The Paradigm4 shim must be up-and-running, according to the instructions at the link given above, before proceeding. Once the shim has started, proceed to load the SciDB-Julia package within the Julia environment (there is a small load time as the dependencies themselves load):
julia> using SciDBJulia
###Example 1 - Multiplying Two Dense SciDB Matrices
Create a Julia array and then use it to create a matching SciDB array. The first invocation of scidb takes a small amount of time to create network connections to the SciDB database. Subsequent invocations should take no noticeable amount of time.
julia> a=rand(3,4)
3x4 Array{Float64,2}:
0.480573 0.684064 0.337876 0.48843
0.74014 0.55052 0.344965 0.504495
0.191254 0.627969 0.341594 0.878666
julia> A=scidb(a)
scidb_array("Julia_15993245957846797056_12",3x4 Array{Float64,2}:
0.480573 0.684064 0.337876 0.48843
0.74014 0.55052 0.344965 0.504495
0.191254 0.627969 0.341594 0.878666,32,false)
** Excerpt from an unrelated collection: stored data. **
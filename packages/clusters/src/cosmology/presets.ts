/**
 * Named parameter sets (names are umbra's own), each taken from its paper.
 */
import { UmbraError } from "@umbra/core";
import { TCMB0_K } from "../constants.js";
import { createCosmology } from "./create.js";
import type { Cosmology, CosmologyParams } from "./types.js";

/** Names accepted by {@link cosmologyPreset}. */
export type CosmologyPresetName = "concordance" | "cmb2018";

/** Every preset name, in a fixed order. */
export const COSMOLOGY_PRESET_NAMES: readonly CosmologyPresetName[] = ["concordance", "cmb2018"];

const H_CMB2018 = 0.6766;

/**
 * The parameters behind each preset.
 *
 * - `concordance`: flat, H0 = 70 km/s/Mpc, Ω_m = 0.3, Ω_Λ = 0.7, no radiation — the reference
 *   cosmology of cluster papers such as Arnaud et al. 2010 (A&A 517, A92, Sect. 1) and the Planck
 *   SZ cluster papers. It carries no baryon density, σ8 or n_s (no paper fixes them for it):
 *   pass your own to {@link createCosmology} for a mass function.
 * - `cmb2018`: the Planck 2018 TT,TE,EE+lowE+lensing+BAO best fit (Planck Collaboration 2020,
 *   A&A 641, A6, Table 2, last column): H0 = 67.66, Ω_b h² = 0.02242, Ω_c h² = 0.11933,
 *   σ8 = 0.8102, n_s = 0.9665, flat, with T0 = 2.7255 K (Fixsen 2009, ApJ 707, 916), N_eff = 3.046
 *   and one massive neutrino of 0.06 eV (the paper's baseline, its Sect. 2.1). Ω_m0 here counts
 *   baryons + cold dark matter only; the neutrino is carried separately.
 */
export const COSMOLOGY_PRESETS: Readonly<Record<CosmologyPresetName, CosmologyParams>> = Object.freeze({
  concordance: { label: "concordance", H0KmSMpc: 70, omegaM0: 0.3, tcmb0K: 0 },
  cmb2018: {
    label: "cmb2018",
    H0KmSMpc: 100 * H_CMB2018,
    omegaM0: (0.02242 + 0.11933) / (H_CMB2018 * H_CMB2018),
    omegaB0: 0.02242 / (H_CMB2018 * H_CMB2018),
    tcmb0K: TCMB0_K,
    nEff: 3.046,
    massiveNuEV: [0.06],
    sigma8: 0.8102,
    ns: 0.9665,
  },
});

/** The named cosmology `name` ("concordance" | "cmb2018"); throws BAD_VALUE for an unknown name. */
export function cosmologyPreset(name: string): Cosmology {
  if (!(COSMOLOGY_PRESET_NAMES as readonly string[]).includes(name)) {
    throw new UmbraError("BAD_VALUE", `unknown cosmology preset '${name}' (known: ${COSMOLOGY_PRESET_NAMES.join(", ")})`, {
      field: "cosmology",
      value: name,
    });
  }
  return createCosmology(COSMOLOGY_PRESETS[name as CosmologyPresetName]);
}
A is a handle to the SciDB corresponding SciDB array. It contains a and a pointer to the same array on SciDB. Let's continue to make another array b, and its handle for a corresponding array on SciDB, B.
julia> b=rand(4,3)
4x3 Array{Float64,2}:
0.959354 0.305615 0.375201
0.600768 0.313162 0.69977
0.736307 0.883326 0.90877
0.936542 0.0650287 0.958536
julia> B=scidb(b)
scidb_array("Julia_6140101800367326939_12",4x3 Array{Float64,2}:
0.959354 0.305615 0.375201
0.600768 0.313162 0.69977
0.736307 0.883326 0.90877
0.936542 0.0650287 0.958536,32,false)
Let's multiply A and B on SciDB. The result will be stored on SciDB and a handle to that result will be returned to us in Julia. The handle will not itself contain the result data until we explicitly materialize it. This enables us to keep datasets on SciDB only.
julia> C=A*B
scidb_array("Julia_14736187500044874775_9",3x3 sparse matrix with 0 Float64 entries:,32,false)
Now, let's pull the result back from SciDB into Julia:
julia> c=julia(C)
3x3 sparse matrix with 9 Float64 entries:
[1, 1] = 1.57822
[2, 1] = 1.76727
[3, 1] = 1.63517
[1, 2] = 0.69131
[2, 2] = 0.736123
[3, 2] = 0.613984
[1, 3] = 1.43423
[2, 3] = 1.46001
[3, 3] = 1.66386
Arrays created in SciDB from Julia are persistent and must be explicitly removed. This is done by the remove function:
julia> remove(A)
julia> remove(B)
julia> remove(C)
###Example 2 - Multiplying Two Sparse Matrices, one from Julia, one from SciDB
julia> a=sprand(3,4,0.40)
3x4 sparse matrix with 3 Float64 entries:
[2, 1] = 0.748581
[1, 2] = 0.735042
[3, 4] = 0.488018
julia> A=scidb(a)
scidb_array("Julia_2373004205611115214_12",3x4 sparse matrix with 3 Float64 entries:
[2, 1] = 0.748581
[1, 2] = 0.735042
[3, 4] = 0.488018,32,true)
julia> b=sprand(4,3,0.40)
4x3 sparse matrix with 6 Float64 entries:
[3, 1] = 0.577354
[1, 2] = 0.610267
[4, 2] = 0.586419
[1, 3] = 0.760892
[2, 3] = 0.499974
[3, 3] = 0.385498
julia> C=A*b
scidb_array("Julia_13845036751259206723_9",3x3 sparse matrix with 0 Float64 entries:,32,true)
julia> c=julia(C)
3x3 sparse matrix with 4 Float64 entries:
[2, 2] = 0.456835
[3, 2] = 0.286183
[1, 3] = 0.367502
[2, 3] = 0.56959
##API
function scidb(J::AbstractArray, chunkSize=32, densityOverride="none")
# Create a SciDB array from a Julia array
# TODO: Support for mxn matrices only at the moment (m,n>=1); same limitation as SciDB-R.
function remove(J::scidb_array)
# Remove the array from SciDB.
function * (J::scidb_array, H::scidb_array)
function * (J::scidb_array, H::AbstractArray)
function * (J::AbstractArray, H::scidb_array)
# GEMM and SPGEMM matrix mulitplication methods, supporting:
scidb_array * scidb_array
scidb_array * AbstractArray
AbstractArray * scidb_array
function julia(S::scidb_array)
# Populate a Julia array from a SciDB array which was previously created by a SciDB query from Julia
##Limitations 1. The plugin must be run on the same machine as the shim server and at port 8080. 2. Only 2-dimensional matrices are supported. 3. Load the dense_linear_algebra and linear_algebra libraries via iquery before running SciDBJulia.